*by Błażej Moska, computer science student and data science intern *

Got stuck with too large a dataset? R speed drives you mad? Divide, parallelize and go with Rcpp!

One of the frustrating moments while working with data is when you need results urgently, but your dataset is large enough to make it impossible. This happens often when we need to use algorithm with high computational complexity. I will demonstrate it on the example I've been working with.

Suppose we have large dataset consisting of association rules. For some reasons we want to slim it down. Whenever two rules consequents are the same and one rule's antecedent is a subset of second rule's antecedent, we want to choose the smaller one (probability of obtaining smaller set is bigger than probability of obtaining bigger set). This is illustrated below:

**{A,B,C}=>{D}**

{E}=>{F}

**{A,B}=>{D}**

{A}=>D

How can we achieve that? For example, using below pseudo algorithm:

```
For i=1 to n:
For j=i+1 to n:
# check if antecedent[i] contains antecedent[j]
(if consequents[i]=consequents[j]), then flag antecedent[i] with 1,
otherwise with 0
else: # check if antecedent[j] contains antecedent[i]
(if consequents[i]=consequents[j]), then flag antecedent[j] with 1,
otherwise with 0
```

How many operations do we need to perform with this simple algorithm?

For the first `i`

we need to iterate \(n-1\) times, for the second `i`

\(n-2\) times, for the third `i`

\(n-3\) and so on, reaching finally \(n-(n-1)\). This leads to (proof can be found here):

\[
\sum_{i=1}^{n}{i}= \frac{n(n-1)}{2}
\]

So the above has asymptotic complexity of \(O(n^2)\). It means, more or less, that the computational complexity grows with the square of the size of the data. Well, for the dataset containing around 1,300,000 records this becomes serious issue. With R I was unable to perform computation in reasonable time. Since a compiled language performs better with simple arithmetic operations, the second idea was to use Rcpp. Yes, it is faster, to some extent — but with such a large dataframe I was still unable to get results in satisfying time. So are there any other options?

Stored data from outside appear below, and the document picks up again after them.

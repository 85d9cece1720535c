"""Before a window runs: its input files, its producers' states, its fingerprint, the code version.

`prepare` reads the file system and the ledger (never the data) and computes
the fingerprint a run would record now; `precheck`, `weir why` and the run
itself all start from it. The spec and code components of a job are computed
once per loaded workspace (`Workspace.memo`); `code_version` once per folder
and process.
"""

from __future__ import annotations

import subprocess
from dataclasses import dataclass
from functools import lru_cache
from pathlib import Path
from typing import Any

from runner.core import fingerprints as fp
from runner.core.states import State
from runner.core.windows import Window
from runner.core.workspace import Workspace, producer_windows
from runner.engine.context import RunContext
from runner.model.spec import FileInput


@lru_cache(maxsize=8)
def code_version(root: Path) -> str | None:
    """`git describe --always --dirty` of the workspace, when it is a git checkout."""
    try:
        out = subprocess.run(["git", "describe", "--always", "--dirty", "--tags"], cwd=root,
                             capture_output=True, text=True, timeout=10)
    except (OSError, subprocess.SubprocessError):
        return None
    return out.stdout.strip() or None if out.returncode == 0 else None


@dataclass
class Producer:
    input: str
    job: str
    window: Window
    state: dict[str, Any] | None


@dataclass
class Prepared:
    """Everything known about a window before its steps run."""

    files: dict[str, Any]
    producers: list[Producer]
    parts: dict[str, fp.Part]
    fingerprint: str
    waiting: str | None
    ingested_ns: int | None


def spec_and_code(ws: Workspace, job: str) -> tuple[fp.Part, fp.Part]:
    """The spec and code components of `job` as its files were when the workspace was loaded.

    Computed once per loaded workspace (a long-running `weir serve` loads the
    workspace again before each tick, so edits are still seen).
    """
    from runner.engine.steps import code_pieces

    cache = ws.memo.setdefault("spec_and_code", {})
    if job not in cache:
        spec = ws.jobs[job].spec
        cache[job] = (fp.spec_part(spec), fp.code_part(code_pieces(spec, ws.root)))
    return cache[job]


def prepare(ctx: RunContext, job: str, window: Window, database_entries: list[dict[str, Any]] | None = None
            ) -> Prepared:
    """Find inputs and producer states; compute the fingerprint (reads the file system and ledger)."""
    from runner.io.readers import find_files

    ws = ctx.ws
    spec = ws.jobs[job].spec
    files = {}
    manifest: list[dict[str, Any]] = []
    waiting = None
    newest = None
    for name, source in spec.inputs.items():
        if isinstance(source, FileInput):
            found = find_files(ws.root, name, source, window)
            files[name] = found
            manifest.extend(found.manifest)
            if found.newest_mtime_ns is not None:
                newest = max(newest or 0, found.newest_mtime_ns)
            if not found.paths and source.required and waiting is None:
                waiting = f"input {name}: no files match {', '.join(found.patterns[:3])}"
    manifest.extend(database_entries or [])
    producers: list[Producer] = []
    by_job: dict[str, list[tuple[str, Window]]] = {}
    for name, pjob, w in producer_windows(ws, job, window):
        by_job.setdefault(pjob, []).append((name, w))
    upstream = []
    for pjob, items in by_job.items():
        states = ctx.ledger.state_rows(pjob, [w.key for _, w in items])
        not_done = []
        for name, w in items:
            state = states.get(w.key)
            producers.append(Producer(name, pjob, w, state))
            if state is None or state["state"] != State.DONE:
                not_done.append(w)
            else:
                upstream.append({"input": name, "job": pjob, "window": w.key, "digest": state["output_digest"]})
        if not_done and waiting is None:
            what = "itself" if pjob == job else pjob
            waiting = (f"waiting for {what}: {len(not_done)} of {len(items)} producer window(s) not done "
                       f"(first {not_done[0].id})")
    spec_p, code_p = spec_and_code(ws, job)
    parts = {"spec": spec_p, "code": code_p, "input": fp.input_part(manifest), "upstream": fp.upstream_part(upstream)}
    end_key = Window(window.end, window.end, window.tz).key
    return Prepared(files, producers, parts, fp.total(window.key, end_key, parts), waiting, newest)
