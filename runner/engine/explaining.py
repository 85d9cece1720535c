"""`weir why`: one window explained, from the ledger's record and the job files as they are now.

Each fingerprint component recorded for the window's last run (spec, code,
inputs, upstream outputs) is compared with what a run now would record, and
each difference is shown in words (`runner.core.explain` does the diffs).
"""

from __future__ import annotations

from datetime import datetime
from typing import TYPE_CHECKING, Any

from runner.core.states import State, Status
from runner.errors import WeirError
from runner.model.spec import DatabaseInput
from runner.model.timeutil import format_duration, format_instant

if TYPE_CHECKING:
    from runner.core.windows import Window
    from runner.core.workspace import Workspace
    from runner.io.ledger.store import Ledger


def explain_window(ws: Workspace, ledger: Ledger, job: str, window: Window, at: datetime) -> dict[str, Any]:
    """One window explained: state, what changed since its recorded run, lateness, last run figures.

    The keys, in this order: job, window, window_utc, end, length, state,
    reason; then when due reasons and pending_upstream; last_run, ingestion,
    changes and waiting where there is something to say.
    """
    import polars as pl

    from runner.core import explain
    from runner.core.assessment import parse_run_time
    from runner.engine.context import RunContext
    from runner.engine.prepare import prepare, spec_and_code
    from runner.engine.survey import survey

    cad = ws.cadence(job)
    out: dict[str, Any] = {"job": job, "window": window.id, "window_utc": window.key,
                           "end": format_instant(window.end, cad.tz), "length": format_duration(window.length)}
    if window.end + cad.settle > at:
        out.update(state=Status.NOT_DUE, reason=f"due at {format_instant(window.end + cad.settle, cad.tz)}")
        return out
    surveyed = survey(ws, ledger, at, [job], recheck_all=True, extras=True)
    if job in surveyed.unplanned:
        raise WeirError(f"{job} could not be planned: {surveyed.unplanned[job]}")
    assessed = surveyed[job]
    row = assessed.filter(pl.col("window_key") == window.key).row(0, named=True)
    out.update(state=row["state"], reason=row["reason"], reasons=row["reasons"], pending_upstream=row["pending"])
    state = ledger.state_row(job, window.key)
    runs = ledger.history(job, window.key, limit=1)
    last = runs[0] if runs else None
    if last:
        out["last_run"] = {k: last[k] for k in (
            "id", "status", "started_at", "finished_at", "seconds", "step_seconds", "rows_read", "rows_dropped",
            "rows_rejected", "rows_written", "output", "output_digest", "fingerprint", "error", "failed_check",
            "code_version", "host", "forced")}
    if state is not None and state.get("ingested_at"):
        ingested = parse_run_time(state["ingested_at"])
        lateness = ingested - window.end
        late_after = ws.jobs[job].spec.late_after
        out["ingestion"] = {
            "newest_input": state["ingested_at"],
            "after_window_end": format_duration(lateness) if lateness.total_seconds() > 0 else "PT0S",
            "late": bool(late_after is not None and lateness > late_after),
            "late_after": format_duration(late_after) if late_after else None,
        }
    if state is not None and state["state"] in (State.DONE, State.FAILED) and state.get("fp_spec"):
        prep = prepare(RunContext(ws=ws, ledger=ledger), job, window)
        spec_now, code_now = spec_and_code(ws, job)
        changes: dict[str, Any] = {}
        if state["fp_spec"] != spec_now.hash:
            changes["spec"] = explain.spec_changes(ledger.text(state["fp_spec"]), spec_now.text)
        if state["fp_code"] != code_now.hash:
            changes["code"] = explain.code_diff(ledger.text(state["fp_code"]), code_now.text)
        if state["fp_input"] != prep.parts["input"].hash:
            # a database input's rows are read by a run only: absent from `prep`, not removed
            tables = {n for n, s in ws.jobs[job].spec.inputs.items() if isinstance(s, DatabaseInput)}
            found = [c for c in explain.input_changes(ledger.text(state["fp_input"]), prep.parts["input"].text)
                     if c["input"] not in tables]
            if found:
                changes["input"] = found
        if state["fp_upstream"] != prep.parts["upstream"].hash:
            changes["upstream"] = explain.upstream_changes(ledger.text(state["fp_upstream"]),
                                                           prep.parts["upstream"].text)
        if state.get("output_state"):
            changes["output"] = f"the output was found {state['output_state']} by weir verify"
        out["changes"] = changes
        if prep.waiting:
            out["waiting"] = prep.waiting
    return out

Yes, there are. If we take a look at our dataset, we can see that it can be aggregated in such way that each individual "chunk" will consist of records with exactly same consequents:

*{A,B}=>{D}*

*{A}=>{D}*

**{C,G}=>{F}**

**{Y}=>{F}**

After such division I got 3300 chunks, so the average number of observations per chunk was around 400. Next step was to retry sequentially for each chunk. Since our algorithm has square complexity, it is faster to do it that way rather than on the whole dataset at once. While R failed again, Rcpp finally returned result (after 5 minutes). But still there is a room for improvement. Since our chunks can be calculated independently, there is a possibility to perform parallel computation using for example, foreach package (which I demonstrated in previous article). While passing R functions to foreach is a simple task, parallelizing Rcpp is a little bit more time consuming. We need to do below steps:

- Create
`.cpp`

file, which includes all of functions needed
- Create a package using Rcpp. This can be achieved using for example:

`Rcpp.package.skeleton("nameOfYourPackage",cpp_files = "directory_of_your_cpp_file")`

- Install your Rcpp package from source:

`install.packages("directory_of_your_rcpp_package", repos=NULL, type="source")`

- Load your library:

`library(name_of_your_rcpp_package)`

Now you can use your Rcpp function in foreach:

```
results=foreach(k=1:length(len),
.packages=c(name_of_your_package)) %dopar%
{your_cpp_function(data)}
```

Even with foreach I waited forever for the R results, but Rcpp gave them in approximately 2.5 minutes. Not too bad!

Here are some conclusions. Firstly, it's worth knowing more languages/tools than just R. Secondly, there is often escape from the large dataset trap. There is little chance that somebody will do exactly the same task as mentioned in above example, but much higher probability that someone will face similar problem, with a possibility to solve it in the same way.